There are three senses of gist in the Oxford English Dictionary. We’re not concerned with its obsolete sense of a right of pasture for cattle (from Anglo-Norman agister, to pasture animals) nor its equally obsolete one of a stopping place or lodging (from old French giste, in modern French the more familiar gîte for a furnished holiday home). This one is the essence or substance of a speech or text.

It evolved out of the legal language in medieval England after the Norman Conquest at a time when court cases were recorded in French. There was a fixed phrase, cest action gist, in which gist is from Latin jacēre, to lie, be situated or figuratively to be placed in a particular state or condition, via Old French gesir, to lie. Its literal translation was this action lies. It meant that sufficient grounds existed for continuing with the action, a sense of lie which is still known in legal English.

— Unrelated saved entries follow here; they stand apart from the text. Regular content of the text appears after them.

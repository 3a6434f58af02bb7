import { count } from '../numbers.ts';
import { OUTCOMES, type OverviewEntry } from '../overview.ts';
import { counted, listed } from './lexicon.ts';

/** "Of 12 runs, 10 are done, 1 missed criteria and 1 failed." */
export function outcomeSentence(entries: readonly OverviewEntry[]): string {
  const of = (outcome: string) => entries.filter((entry) => entry.outcome === outcome).length;
  const [failed, refused, missed, done] = OUTCOMES.map(of) as [number, number, number, number];
  if (done === entries.length) {
    return done === 1 ? 'The one run is done.' : `All ${count(done)} runs are done.`;
  }
  const parts = [
    ...(done > 0 ? [`${count(done)} ${done === 1 ? 'is' : 'are'} done`] : []),
    ...(missed > 0 ? [`${count(missed)} missed acceptance criteria`] : []),
    ...(refused > 0 ? [`${count(refused)} admitted no candidate`] : []),
    ...(failed > 0 ? [`${count(failed)} failed`] : []),
  ];
  return `Of ${counted(entries.length, 'run', 'runs', count)}, ${listed(parts)}.`;
}
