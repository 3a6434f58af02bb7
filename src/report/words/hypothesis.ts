import { count, pPhrase, rounded, roundingFor, significant } from '../numbers.ts';
import type { RecordModel } from '../record-type.ts';
import { listed, stopped } from './lexicon.ts';

type Hypothesis = NonNullable<RecordModel['inference']>['hypotheses'][number];

/** "vessel Tern = 0; F = 89.1 on 1 and 215 degrees of freedom, p = 6.4 × 10⁻¹⁸." */
export function hypothesisEvidence({ equalities, test }: Hypothesis): string {
  const said = equalities.map(({ combination, equals, estimate, standard_error: error }) => {
    const rounding = roundingFor(estimate ?? equals, error);
    const found =
      // Of a single equality the verdict tells the estimate.
      estimate === null || equalities.length === 1
        ? ''
        : ` (estimate ${rounded(estimate, rounding)}${error === null ? '' : `, standard error ${rounded(error, rounding)}`})`;
    return `${combination} = ${equals === 0 ? '0' : rounded(equals, rounding)}${found}`;
  });
  const f =
    test === null || test.statistic === null || test.p_value === null
      ? ''
      : `; F\u00a0=\u00a0${significant(test.statistic, 3)} on ${count(test.df1)} and ${count(test.df2)}\u00a0degrees of freedom, ${pPhrase(test.p_value)}`;
  return stopped(`${listed(said)}${f}`);
}
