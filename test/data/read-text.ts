import { mkdtempSync, rmSync, writeFileSync } from 'node:fs';
import { tmpdir } from 'node:os';
import { join } from 'node:path';
import { type ReadTableOptions, readTable } from '../../src/data/read-table.ts';
import type { Table } from '../../src/data/table.ts';
import type { Problem } from '../../src/problem.ts';
import type { DataPlan } from '../../src/study/study.ts';

export interface Reading {
  readonly table: Table | null;
  readonly problems: readonly Problem[];
}

/** Reads a text or bytes as the plan's data file, in a temporary folder. */
export async function read(
  content: string | Uint8Array | null,
  plan: DataPlan,
  options: ReadTableOptions = {},
): Promise<Reading> {
  return inFolder(async (folder) => {
    if (content !== null) writeFileSync(join(folder, plan.file), content);
    return readIn(folder, plan, options);
  });
}

export async function readIn(
  folder: string,
  plan: DataPlan,
  options: ReadTableOptions = {},
): Promise<Reading> {
  const problems: Problem[] = [];
  const table = await readTable(plan, folder, (problem) => problems.push(problem), options);
  return { table, problems };
}

export async function inFolder<T>(use: (folder: string) => Promise<T>): Promise<T> {
  const folder = mkdtempSync(join(tmpdir(), 'plumbrule-data-'));
  try {
    return await use(folder);
  } finally {
    rmSync(folder, { recursive: true });
  }
}

/** A column's values as plain things: numbers, level names, texts; null where missing. */
export function values(table: Table | null, name: string): (number | string | null)[] {
  const column = table?.columns.get(name);
  if (column === undefined) throw new Error(`no column ${name}`);
  switch (column.kind) {
    case 'text':
      return [...column.values];
    case 'category':
      return Array.from(column.codes, (code) => (code < 0 ? null : column.levels[code]!));
    default:
      return Array.from(column.values, (value) => (Number.isNaN(value) ? null : value));
  }
}

/** "code row variable" of each problem. */
export function marks(problems: readonly Problem[]): string[] {
  return problems.map(({ code, place }) =>
    place.kind === 'cell'
      ? [code, place.row, place.variable].filter((part) => part !== undefined).join(' ')
      : code,
  );
}
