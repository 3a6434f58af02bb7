import { gzipSync } from 'node:zlib';
import fc from 'fast-check';
import { expect, test, vi } from 'vitest';
import { plan, variable } from './plans.ts';
import { read, values } from './read-text.ts';

/**
 * Random tables written by a CSV writer of its own (RFC 4180: cells quoted where they must be and at random elsewhere),
 * in every dialect, then read with the file cut into chunks of any size.
 */
interface Dialect {
  readonly delimiter: string;
  readonly end: '\n' | '\r\n' | '\r';
  readonly mark: '.' | ',';
  readonly encoding: 'utf-8' | 'latin-1';
  readonly byteOrderMark: boolean;
  readonly lastEnd: boolean;
  readonly packed: boolean;
  readonly chunkSize: number;
  readonly headSize: number;
}

const dialect: fc.Arbitrary<Dialect> = fc.record({
  delimiter: fc.constantFrom(',', ';', '\t', '|'),
  end: fc.constantFrom('\n', '\r\n', '\r'),
  mark: fc.constantFrom('.', ','),
  encoding: fc.constantFrom('utf-8', 'latin-1'),
  byteOrderMark: fc.boolean(),
  lastEnd: fc.boolean(),
  packed: fc.boolean(),
  chunkSize: fc.oneof(fc.integer({ min: 1, max: 40 }), fc.constant(65_536)),
  headSize: fc.integer({ min: 1, max: 100 }),
});

// Latin-1 without the control characters, so that both encodings can hold every text; and what CSV trips over.
const character = fc.oneof(
  {
    weight: 4,
    arbitrary: fc.constantFrom('"', ',', ';', '\t', '|', '\n', '\r', ' ', '""', '\r\n', '="', '.'),
  },
  { weight: 3, arbitrary: fc.constantFrom('a', 'B', '7', 'é', 'ÿ', 'ß', '×') },
);
const text = fc.array(character, { maxLength: 8 }).map((all) => all.join(''));
const word = fc.constantFrom('Tern', 'Holm', 'Ärö', 'a,b', 'a"b', 'x;y', 'p|q', 'two\nlines', "'=1+1");

const row = fc.record({
  id: text.filter((id) => id.trim() !== ''),
  number: fc.option(
    fc.double({ noNaN: true, noDefaultInfinity: true }).map((value) => (value === 0 ? 0 : value)),
    { nil: null },
  ),
  word: fc.option(word, { nil: null }),
  note: text,
  flag: fc.option(fc.constantFrom('yes', 'no'), { nil: null }),
  blankBefore: fc.boolean(),
  quotes: fc.array(fc.boolean(), { minLength: 5, maxLength: 5 }),
});

// Time enough for a busy machine; nothing is timed.
vi.setConfig({ testTimeout: 60_000 });

test('a table comes back as it was written, with the lines on which its rows start', async () => {
  await fc.assert(
    fc.asyncProperty(fc.array(row, { minLength: 1, maxLength: 12 }), dialect, async (rows, how) => {
      let content = writeRow(['id', 'number', 'word', 'note', 'flag'], [], how);
      const lines: number[] = [];
      for (const one of rows) {
        if (one.blankBefore) content += how.end;
        lines.push(1 + countEnds(content, how.end));
        const number = one.number === null ? 'n/a' : String(one.number).replace('.', how.mark);
        const cells = [one.id, number, one.word ?? '', one.note, one.flag ?? 'n/a'];
        content += writeRow(cells, one.quotes, how);
      }
      if (!how.lastEnd) content = content.slice(0, -how.end.length);
      const bytes = Buffer.from(content, how.encoding === 'utf-8' ? 'utf8' : 'latin1');
      const marked = how.byteOrderMark ? Buffer.concat([Buffer.of(0xef, 0xbb, 0xbf), bytes]) : bytes;
      const own = plan(
        [
          variable('id', 'identifier'),
          variable('number'),
          variable('word', 'category'),
          variable('note', 'text', { missing: [] }),
          variable('flag', 'flag'),
        ],
        {
          file: how.packed ? 'rows.csv.gz' : 'rows.csv',
          format: { delimiter: how.delimiter, decimalMark: how.mark, encoding: how.encoding },
          missing: ['', 'n/a'],
        },
      );
      const stored = how.packed ? gzipSync(marked) : marked;
      const { table, problems } = await read(stored, own, {
        chunkSize: how.chunkSize,
        headSize: how.headSize,
      });
      expect(problems).toEqual([]);
      expect([...(table?.lines ?? [])]).toEqual(lines);
      expect(values(table, 'number')).toEqual(rows.map((one) => one.number));
      expect(values(table, 'id')).toEqual(rows.map((one) => one.id.trim()));
      expect(values(table, 'word')).toEqual(rows.map((one) => one.word));
      expect(values(table, 'note')).toEqual(
        rows.map(({ note }) => (note.trim() === '' || note.trim() === 'n/a' ? null : note)),
      );
      expect(values(table, 'flag')).toEqual(
        rows.map(({ flag }) => (flag === null ? null : flag === 'yes' ? 1 : 0)),
      );
    }),
    { numRuns: 400 },
  );
});

test('the table, or the problems, of any bytes do not depend on where the chunks are cut', async () => {
  const piece = fc.constantFrom(
    'a,b',
    '1',
    '2',
    ',',
    '"',
    '\n',
    '\r\n',
    '\r',
    ' ',
    'x',
    '\0',
    'é',
    '\ufffd',
    '1,2\n',
  );
  const bytes = fc.oneof(
    {
      weight: 5,
      arbitrary: fc.array(piece, { maxLength: 30 }).map((all) => Buffer.from(`a,b\n${all.join('')}`)),
    },
    { weight: 1, arbitrary: fc.uint8Array({ maxLength: 60 }).map((all) => Buffer.from(all)) },
  );
  const own = plan([variable('a', 'text'), variable('b')], {
    onBadValue: 'set_missing',
    format: { delimiter: ',', decimalMark: '.', encoding: null },
  });
  await fc.assert(
    fc.asyncProperty(bytes, fc.integer({ min: 1, max: 9 }), async (content, chunkSize) => {
      const whole = await read(content, own, { chunkSize: 65_536 });
      const cut = await read(content, own, { chunkSize, headSize: 1 });
      expect(cut).toEqual(whole);
      expect(whole.table !== null || whole.problems.some(({ severity }) => severity === 'error')).toBe(true);
    }),
    { numRuns: 600 },
  );
});

test('a file larger than the part that is judged first, cut anywhere', async () => {
  const rows = Array.from(
    { length: 6_000 },
    (_, i) => `${i / 8},"${i % 7 === 0 ? `n${i}\nm` : `é${i}`}",${i}`,
  );
  const content = `x,note,k\r\n${rows.join('\r\n')}\r\n`;
  const own = plan([variable('x'), variable('note', 'text'), variable('k', 'integer')]);
  const whole = await read(content, own, { chunkSize: 1 << 24 });
  expect(whole.problems).toEqual([]);
  expect(values(whole.table, 'k')).toEqual(rows.map((_, i) => i));
  expect(values(whole.table, 'note').slice(6, 8)).toEqual(['é6', 'n7\nm']);
  // Rows 0, 7, 14 … take two lines each.
  expect([...(whole.table?.lines ?? [])]).toEqual(rows.map((_, i) => 2 + i + Math.ceil(i / 7)));
  for (const chunkSize of [13, 1_000, 4_096, 65_536]) {
    expect(await read(content, own, { chunkSize })).toEqual(whole);
  }
});

function writeRow(cells: readonly string[], quotes: readonly boolean[], how: Dialect): string {
  const written = cells.map((cell, index) => {
    const must = ['"', how.delimiter, '\n', '\r'].some((special) => cell.includes(special));
    return must || quotes[index] === true ? `"${cell.replaceAll('"', '""')}"` : cell;
  });
  return written.join(how.delimiter) + how.end;
}

/** Line ends of the file's own kind; LF counts in a CRLF file too, since any reader starts a line there. */
function countEnds(content: string, end: Dialect['end']): number {
  return content.split(end === '\r' ? '\r' : '\n').length - 1;
}
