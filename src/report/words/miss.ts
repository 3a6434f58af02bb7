import { rounded, roundingFor, value, withUnit } from '../numbers.ts';
import { type Lexicon, labelOf } from './lexicon.ts';
import { fittedUnit, percentOfLog, scaleKind } from './scale.ts';

/**
 * How far observed values typically lie from the model, from the residual standard error s: "30 L", on a log
 * scale "8.7 %" or, from twofold on, "a factor of 2.7", with weights "49 kWh at the mean weight (days 30.4)", since
 * there the spread is s/√w. Null where s is.
 */
export function typicalMiss(lexicon: Lexicon, s: number | null): string | null {
  if (s === null || !Number.isFinite(s)) return null;
  const weights = [...lexicon.variables.values()].find((v) => v.used_as.includes('weights'));
  const mean = weights?.mean ?? null;
  if (weights !== undefined && (mean === null || mean <= 0)) return null;
  const spread = mean === null ? s : s / Math.sqrt(mean);
  const text = missText(lexicon, spread);
  if (weights === undefined || mean === null) return text;
  return `${text} at the mean weight (${labelOf(lexicon, weights.name)} ${withUnit(value(mean, 3), weights.unit)})`;
}

function missText(lexicon: Lexicon, spread: number): string {
  if (scaleKind(lexicon.response.scale) !== 'log')
    return withUnit(rounded(spread, roundingFor(spread, spread)), fittedUnit(lexicon.response));
  // Beyond twofold a per cent upwards ("170 %") says little of what it is downwards.
  if (spread > Math.LN2) {
    const factor = Math.exp(spread);
    return `a factor of ${rounded(factor, roundingFor(factor, factor))}`;
  }
  const size = percentOfLog(spread);
  return withUnit(rounded(size, roundingFor(size, size)), '%');
}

Early in the eighteenth century gist shifted from meaning that an action was admissible or sustainable to referring to what the action was actually about. The phrases “the gist of the action” or “the gist of the indictment” were common:

Mr Sturgeon, the surgeon, depos’d, That being sent for, he came to Mr. Crispe at Coke’s about Eleven, found him wretchedly cut in seven places ... It will be too tedious to describe the other Wounds, only that on the Nose, because it was the Gist of the Indictment.

The Historical Register, 1722.

It took another century for this usage to extend beyond the legal world to mean in everyday language the essence of some speech or text.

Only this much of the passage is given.